Qu’est-ce qu’une IA éthique ? C’est une IA à qui on impose de respecter des contraintes déraisonnables au niveau de la propriété des données personnelles et de son entrainement. JD Vance parle d’étranglement et signale à juste titre que le « Digital Act » européen engendre des coûts de développement complètement dingues pour les petites entreprises, au détriment de l’innovation et a pour conséquences que petites et grandes entreprises boycotteront souvent l’Europe, non seulement comme cible mais comme lieu d’implantation de leur centre de R&D. Là aussi, retard pour les sociétés européennes.
Qu’est-ce qu’une IA « sûre » ? Pour Vance, les seules initiatives de régulation devraient concerner la lutte contre le crime (exemple, la pédophilie) et la lutte contre les dictatures (il vise évidemment la Chine) de façon à les empêcher de copier les développements faits aux Etats-Unis. La vision optimiste « a priori » des américains peut sembler naïve aux européens mais, sur un plan géostratégique, Vance poursuit finalement la guerre du Péloponnèse, démocratie athénienne contre dictature spartiate. « Focus on opportunity, not on safety » : il appelle les pays européens à plus de confiance et à « éviter toute mesure conservatoire de régulation » (ce que nous serons évidemment incapables de faire). Progresser d’abord, réguler si nécessaire ensuite pour ne pas casser l’innovation – c’est contraire à la philosophie même du Digital Act européen.

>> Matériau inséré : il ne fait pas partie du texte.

describe('CSV import and export', () => {
  const lobby = demo.tanks.lobby
  const count = () => (db.prepare('SELECT count(*) AS n FROM readings WHERE tank_id = ?').get(lobby) as { n: number }).n

  it('previews without writing, reports row errors, writes on confirm and adds nothing twice', async () => {
    const api = await signedIn('aquarist@tidewright.test')
    const csv = `${csvOf(50, 200)}not a date,1,1,1,8,25,35,bad\n${new Date().toISOString()},-1,0,0,8,25,35,negative\n`
    const before = count()
    const options = { basis: { ammonia: 'NH3', nitrite: 'NO2', nitrate: 'NO3' }, temperatureUnit: 'C', salinityMode: 'practical' }
    const dry = await api.post<ImportPreview>(`/api/tanks/${lobby}/readings/import`, { csv, ...options, dryRun: true })
    expect(dry.status).toBe(200)
    expect(dry.body).toMatchObject({ rows: 52, valid: 50, errorRows: 2, dryRun: true, inserted: 0 })
    expect(dry.body.mapping).toMatchObject({ takenAt: 'Date', ammonia: 'NH3', nitrite: 'NO2', nitrate: 'NO3', pH: 'pH', temperature: 'Temp', salinity: 'Salinity', notes: 'Notes' })
    expect(dry.body.errors.map(e => [e.row, e.field])).toEqual([[52, 'takenAt'], [53, 'ammonia']])
    expect(dry.body.preview[1]!.ammoniaN).toBeCloseTo(0.25 * 0.8224, 4)
    expect(count()).toBe(before)
    const verdictBefore = (await api.get<VerdictView>(`/api/tanks/${lobby}/verdict`)).body.evaluatedAt
    // Other files' imports into the lobby reef share this server: count this import's audit line only.
    const importsBefore = auditCount('reading.import', lobby)
    const done = await api.post<ImportPreview>(`/api/tanks/${lobby}/readings/import`, { csv, ...options, dryRun: false })
    expect(done.body.inserted).toBe(50)
    // The verdict is refreshed once after the import.
    expect((await api.get<VerdictView>(`/api/tanks/${lobby}/verdict`)).body.evaluatedAt > verdictBefore).toBe(true)
    expect(auditCount('reading.import', lobby)).toBe(importsBefore + 1)
    expect(count()).toBe(before + 50)
    const again = await api.post<ImportPreview>(`/api/tanks/${lobby}/readings/import`, { csv, ...options, dryRun: false })
    expect(again.body).toMatchObject({ inserted: 0, duplicates: 50 })
    expect(count()).toBe(before + 50)
  })

  it('reads a file in the tank\'s remembered kit basis unless told otherwise, and says which', async () => {
    const api = await signedIn('aquarist@tidewright.test')
    const kit = (await api.get<{ kitBasis: { ammonia: string, nitrite: string, nitrate: string } }>(`/api/tanks/${lobby}`)).body.kitBasis
    const csv = `Date,Ammonia,Nitrite,Nitrate\n${hoursAgo(30)},1,1,10\n`
    const dry = await api.post<ImportPreview>(`/api/tanks/${lobby}/readings/import`, { csv, dryRun: true })
    expect(dry.status).toBe(200)
    expect(dry.body.basis).toEqual(kit)
    // The same kit reading typed in the form with the tank's basis is stored the same (IUPAC molar masses).
    expect(dry.body.preview[0]!.ammoniaN).toBeCloseTo(kit.ammonia === 'N' ? 1 : nitrogenFraction(kit.ammonia as 'NH3' | 'NH4'), 6)
    const chosen = await api.post<ImportPreview>(`/api/tanks/${lobby}/readings/import`, { csv, basis: { ammonia: 'N', nitrite: 'N', nitrate: 'N' }, dryRun: true })
    expect(chosen.body.basis).toEqual({ ammonia: 'N', nitrite: 'N', nitrate: 'N' })
    expect(chosen.body.preview[0]!.ammoniaN).toBeCloseTo(1, 9)
  })

  it('exports CSV that imports back into another tank unchanged', async () => {
    const api = await signedIn('aquarist@tidewright.test')
    const exported = await api.get<string>(`/api/tanks/${demo.tanks.nano}/readings/export.csv`)
    expect(exported.status).toBe(200)
    expect(exported.headers.get('content-type')).toContain('text/csv')
    const lines = exported.body.trim().split('\n')
    expect(lines[0]).toBe('taken_at,ammonia_mg_l_n,nitrite_mg_l_n,nitrate_mg_l_n,ph,temperature_c,salinity_practical,alkalinity_dkh,calcium_mg_l,magnesium_mg_l,phosphate_mg_l,notes')
    expect(lines).toHaveLength(nanoReadings() + 1)
    // Values read as numbers, not float noise: at most nine significant digits (the precision the import key compares).
    const numbers = lines.slice(1).flatMap(line => line.split(',').slice(1, 11)).filter(cell => cell !== '')
    expect(numbers.filter(cell => cell.replace(/^-?[0.]*/, '').replace('.', '').length > 9)).toEqual([])
    const dry = await api.post<ImportPreview>(`/api/tanks/${lobby}/readings/import`, { csv: exported.body, dryRun: true })
    expect(dry.body).toMatchObject({ rows: nanoReadings(), valid: nanoReadings(), errorRows: 0 })
    const nano = (await api.get<ReadingList>(`/api/tanks/${demo.tanks.nano}/readings?sort=takenAt&dir=asc&pageSize=1`)).body.items[0]!
    expect(dry.body.preview[0]!.nitrateN).toBeCloseTo(nano.nitrateN!, 9)
    expect((await (await signedIn('client@tidewright.test')).get(`/api/tanks/${demo.tanks.nano}/readings/export.csv`)).status).toBe(404)
  })

  it('imports 20,000 rows in one go and refuses an oversize body with 413', async () => {
    const api = await signedIn('aquarist@tidewright.test')
    const before = count()
    const big = await api.post<ImportPreview>(`/api/tanks/${lobby}/readings/import`, { csv: csvOf(20_000, 30_000), dryRun: false })
    expect(big.status).toBe(200)
    expect(big.body.inserted).toBe(20_000)
    expect(count()).toBe(before + 20_000)
    const huge = `taken_at,ammonia_mg_l_n\n${'2026-01-01T00:00:00Z,0.1\n'.repeat(1_100_000)}`
    const refused = await api.post(`/api/tanks/${lobby}/readings/import`, { csv: huge, dryRun: true })
    expect(refused.status).toBe(413)
  })

  it('keeps import to its roles and scope', async () => {
    const csv = csvOf(2, 10)
    expect((await (await signedIn('supervisor@tidewright.test')).post(`/api/tanks/${lobby}/readings/import`, { csv })).status).toBe(403)
    expect((await (await signedIn(OTHER_AQUARIST_EMAIL)).post(`/api/tanks/${lobby}/readings/import`, { csv })).status).toBe(404)
    expect((await (await signedIn('client2@tidewright.test')).post(`/api/tanks/${lobby}/readings/import`, { csv })).status).toBe(404)
    const noDate = await (await signedIn('aquarist@tidewright.test')).post(`/api/tanks/${lobby}/readings/import`, { csv: 'a,b\n1,2\n' })
    expect(noDate.status).toBe(400)
    expect(noDate.body.data.issues[0].field).toBe('mapping.takenAt')
  })
})

describe('the signed-off period', () => {
  it('locks readings and events up to the sign-off: edits, deletes and back-dated entries are 409', async () => {
    const api = await signedIn(OTHER_AQUARIST_EMAIL)
    const tank = other.tankId
    const old = await api.post<ReadingSaved>(`/api/tanks/${tank}/readings`, reading({ takenAt: hoursAgo(3) }))
    const oldEvent = await api.post<EventView>(`/api/tanks/${tank}/events`, { at: hoursAgo(3), kind: 'note', notes: 'before sign-off' })
    const signOffId = crypto.randomUUID()
    db.prepare(`INSERT INTO sign_offs (id, organisation_id, tank_id, requested_at, status, decided_at, created_at, updated_at) VALUES (?, ?, ?, ?, 'approved', ?, ?, ?)`)
      .run(signOffId, other.organisationId, tank, hoursAgo(2), hoursAgo(1), hoursAgo(1), hoursAgo(1))
    try {
      expect((await api.patch(`/api/tanks/${tank}/readings/${old.body.reading.id}`, { nitrite: 0 })).status).toBe(409)
      expect((await api.delete(`/api/tanks/${tank}/readings/${old.body.reading.id}`)).status).toBe(409)
      expect((await api.delete(`/api/tanks/${tank}/events/${oldEvent.body.id}`)).status).toBe(409)
      expect((await api.post(`/api/tanks/${tank}/readings`, reading({ takenAt: hoursAgo(2) }))).status).toBe(409)
      const listed = await api.get<ReadingList>(`/api/tanks/${tank}/readings`)
      expect(listed.body.items.find(r => r.id === old.body.reading.id)?.canEdit).toBe(false)
      const fresh = await api.post<ReadingSaved>(`/api/tanks/${tank}/readings`, reading({ takenAt: hoursAgo(0.5) }))
      expect(fresh.status).toBe(201)
      expect((await api.patch(`/api/tanks/${tank}/readings/${fresh.body.reading.id}`, { takenAt: hoursAgo(2) })).status).toBe(409)
      const csv = `taken_at,ammonia_mg_l_n\n${hoursAgo(5)},0.1\n${hoursAgo(0.2)},0.1\n`
      const dry = await api.post<ImportPreview>(`/api/tanks/${tank}/readings/import`, { csv, dryRun: true })
      expect(dry.body).toMatchObject({ valid: 1, errorRows: 1 })
      expect(dry.body.errors[0]).toMatchObject({ row: 2, field: 'takenAt' })
    }
    finally {
      db.prepare('DELETE FROM sign_offs WHERE id = ?').run(signOffId)
    }
  })
})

Un conflit politique est à venir sur la propriété des données. « Nous avons un problème avec le fait que des gouvernements étrangers semblent vouloir limiter le rayon d’action des entreprises américaines ayant une empreinte internationale« . Rappelons que l’administration américaine se réserve un droit de regard sur toutes les données détenues par des entreprises US, où qu’elles soient – ce qui fait que les données françaises chez Amazon sont consultables aux US. Des voix européennes souveraines se sont élevées contre ce contrôle et demandent, à juste titre, une réciprocité. Compte tenu de la guerre commerciale à venir, de la mollesse européenne et de notre incompréhension du sujet, nous ne l’obtiendrons jamais.
Vance compare la révolution IA à celle de la machine à vapeur, ce qui est la meilleure analogie qu’on puisse trouver car l’IA est effectivement à l’intelligence humaine ce que la machine à vapeur a été aux forces humaine et animale. Son seul point commun avec Macron est qu’il reste optimiste sur les conséquences de l’IA sur le monde du travail. « L’IA va aider les gens dans leur travail et créera des opportunités, nous nous refusons à y voir une simple force disruptive qui ne ferait qu’automatiser le monde du travail » (Vance), « L’IA aidera l’humain sans s’y substituer » (Macron). Je suis donc en désaccord complet avec la seule chose qui les rassemble: l’IA va être au travail intellectuel ce que la machine a été aux manufactures. Un grand nombre de professions vont disparaître – ça a commencé pour les journalistes mais à relativement court terme, avocats, médecins ainsi qu’un grand nombre de managers et d’industrie seront touchés. Même le monde artistique n’y échappera d’ailleurs pas.